🤖 AI Summary
This work addresses the challenge of modeling relevance in real-world scenarios where massive, dynamically evolving query streams suffer from sparse labeled data and unreliable pseudo-labels. To overcome these limitations, the authors propose a self-evolving relevance modeling framework featuring a dual-module multi-agent architecture: a multi-agent sample miner that detects distribution shifts and selects critical instances, and a multi-agent labeler that generates high-confidence pseudo-labels through a two-tier consensus mechanism. By integrating distribution shift awareness, collaborative pseudo-label refinement, and iterative self-evolution, the method significantly improves ranking performance. Extensive offline and online evaluations across multiple languages in an industrial system handling billions of daily requests demonstrate its effectiveness and scalability.
📝 Abstract
Due to the dynamically evolving nature of real-world query streams, relevance models struggle to generalize to practical search scenarios. A sophisticated solution is self-evolution techniques. However, in large-scale industrial settings with massive query streams, this technique faces two challenges: (1) informative samples are often sparse and difficult to identify, and (2) pseudo-labels generated by the current model could be unreliable.

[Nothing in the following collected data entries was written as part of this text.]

//! The sparse symmetric system in the heads: ordered and analysed once per network, filled and factorised many times.

use super::supernodal::Supernodal;

/// The system in the heads, factorised in the way that suits its size. There is one per solver, so its own size is no matter.
#[allow(clippy::large_enum_variant)]
pub(crate) enum Factor {
    /// Entry by entry.
    Small(Simplicial),
    /// Block by block.
    Large(Box<Supernodal>),
}

/// Multiplications of one factorisation from which blocks pay. On a grid of 10,000 nodes (1e7) a whole solve takes the
/// same time either way, on one of 100,000 (5e8) blocks are 1.8 times as fast; on street networks, which fill in little, they never
/// are (`benches/solve.rs`).
const MUCH_WORK: f64 = 2e8;

impl Factor {
    /// For `n` unknowns coupled pairwise as in `couplings`. Returns one slot per coupling.
    pub fn new(n: usize, couplings: &[(u32, u32)]) -> (Self, Vec<Slot>) {
        let (small, slots) = Simplicial::new(n, couplings);
        if small.work() > MUCH_WORK
            && let Some((large, slots)) = Supernodal::new(n, couplings)
        {
            return (Self::Large(Box::new(large)), slots);
        }
        (Self::Small(small), slots)
    }

    /// Number of unknowns.
    pub fn unknowns(&self) -> usize {
        match self {
            Self::Small(small) => small.unknowns(),
            Self::Large(large) => large.unknowns(),
        }
    }

    /// Sets the matrix to zero.
    pub fn clear(&mut self) {
        match self {
            Self::Small(small) => small.clear(),
            Self::Large(large) => large.clear(),
        }
    }

    /// Adds a conductance between unknown `i` and a held head; one past the last is a place that no equation reads.
    #[inline]
    pub fn ground(&mut self, i: u32, conductance: f64) {
        match self {
            Self::Small(small) => small.ground(i, conductance),
            Self::Large(large) => large.add_diagonal(i, conductance),
        }
    }

    /// Adds a conductance between two unknowns whose entry is `slot`; without an entry, from each of them to a held head.
    #[inline]
    pub fn join(&mut self, i: u32, j: u32, slot: Slot, conductance: f64) {
        match self {
            Self::Small(small) => small.join(i, j, slot, conductance),
            Self::Large(large) => {
                large.add_diagonal(i, conductance);
                large.add_diagonal(j, conductance);
                large.add(slot, -conductance);
            }
        }
    }

    /// Factorises; false if a figure is not finite.
    pub fn factorise(&mut self) -> bool {
        match self {
            Self::Small(small) => small.factorise(),
            Self::Large(large) => large.factorise(),
        }
    }

    /// Solves with the last factorisation; `right` holds the right side, then the answer.
    pub fn solve(&mut self, right: &mut [f64]) {
        match self {
            Self::Small(small) => small.solve(right),
            Self::Large(large) => large.solve(right),
        }
    }
}

/// `L D L'` of a network of conductances whose pattern never changes.
///
/// The matrix has the negative conductances between unknowns off its diagonal; each diagonal entry is the sum of all
/// conductances at its unknown, those to held heads included. Kept apart, conductances stay conductances while unknowns
/// are eliminated:
///
/// ```text
/// pivot  p_k  = g_k + sum_j y_kj               g_k: to held heads
/// then   y_ij += y_ik y_kj / p_k,    g_i += y_ik g_k / p_k
/// ```
///
/// Nothing is ever subtracted, so that each figure is good to rounding even where a set of nodes hangs on the rest by a
/// conductance far below the rounding of those inside it; and a set that hangs on nothing shows as a pivot of exactly zero.
///
/// Ordering by approximate minimum degree; left-looking factorisation over a pattern of L worked out once, so that
/// factorising and solving write numbers only and allocate nothing.
///
/// # Source
/// W. K. Grassmann, M. I. Taksar, D. P. Heyman, "Regenerative analysis and steady state distributions for Markov chains",
/// Operations Research 33, 1985 (elimination without subtraction); P. R. Amestoy, T. A. Davis, I. S. Duff, "An approximate
/// minimum degree ordering algorithm", SIAM J. Matrix Anal. Appl. 17, 1996; T. A. Davis, "Algorithm 849: a concise sparse
/// Cholesky factorization package", ACM TOMS 31, 2005 (the pattern of L).
#[derive(Clone, Debug)]
pub(crate) struct Simplicial {
    n: usize,
    /// Position of each unknown in elimination order, and one past the last.
    position: Vec<u32>,
    /// Conductances between unknowns by column in elimination order: rows below the diagonal, and values from place 1 on.
    a_first: Vec<u32>,
    a_row: Vec<u32>,
    a: Vec<f64>,
    /// Conductance to held heads.
    ground: Vec<f64>,
    /// Minus L by column, rows ascending.
    l_first: Vec<u32>,
    l_row: Vec<u32>,
    l: Vec<f64>,
    /// D and 1/D.
    pivot: Vec<f64>,
    inverse: Vec<f64>,
    /// Conductance to held heads when the unknown is eliminated.
    grounded: Vec<f64>,
    /// Per row of L, its columns ascending.
    row_first: Vec<u32>,
    row_column: Vec<u32>,
    /// Entries used so far per column.
    used: Vec<u32>,
    work: Vec<f64>,
}

/// Where an off-diagonal entry lives; handed out when the system is made.
#[derive(Clone, Copy, Debug, PartialEq, Eq)]
pub(crate) struct Slot(u32);

impl Slot {
    /// An entry that no equation reads: where a line ends at a held head.
    pub const UNUSED: Self = Self(0);

    pub(super) fn at(place: u32) -> Self {
        Self(place)
    }

    pub(super) fn place(self) -> usize {
        self.0 as usize
    }
}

To address these challenges, in this work, we propose a Self-Evolving Relevance Model approach (SERM), which comprises two complementary multi-agent modules: a multi-agent sample miner, designed to detect distributional shifts and identify informative training samples, and a multi-agent relevance annotator, which provides reliable labels through a two-level agreement framework. We evaluate SERM in a large-scale industrial setting, which serves billions of user requests daily. Experimental results demonstrate that SERM can achieve significant performance gains through iterative self-evolution, as validated by extensive offline multilingual evaluations and online testing.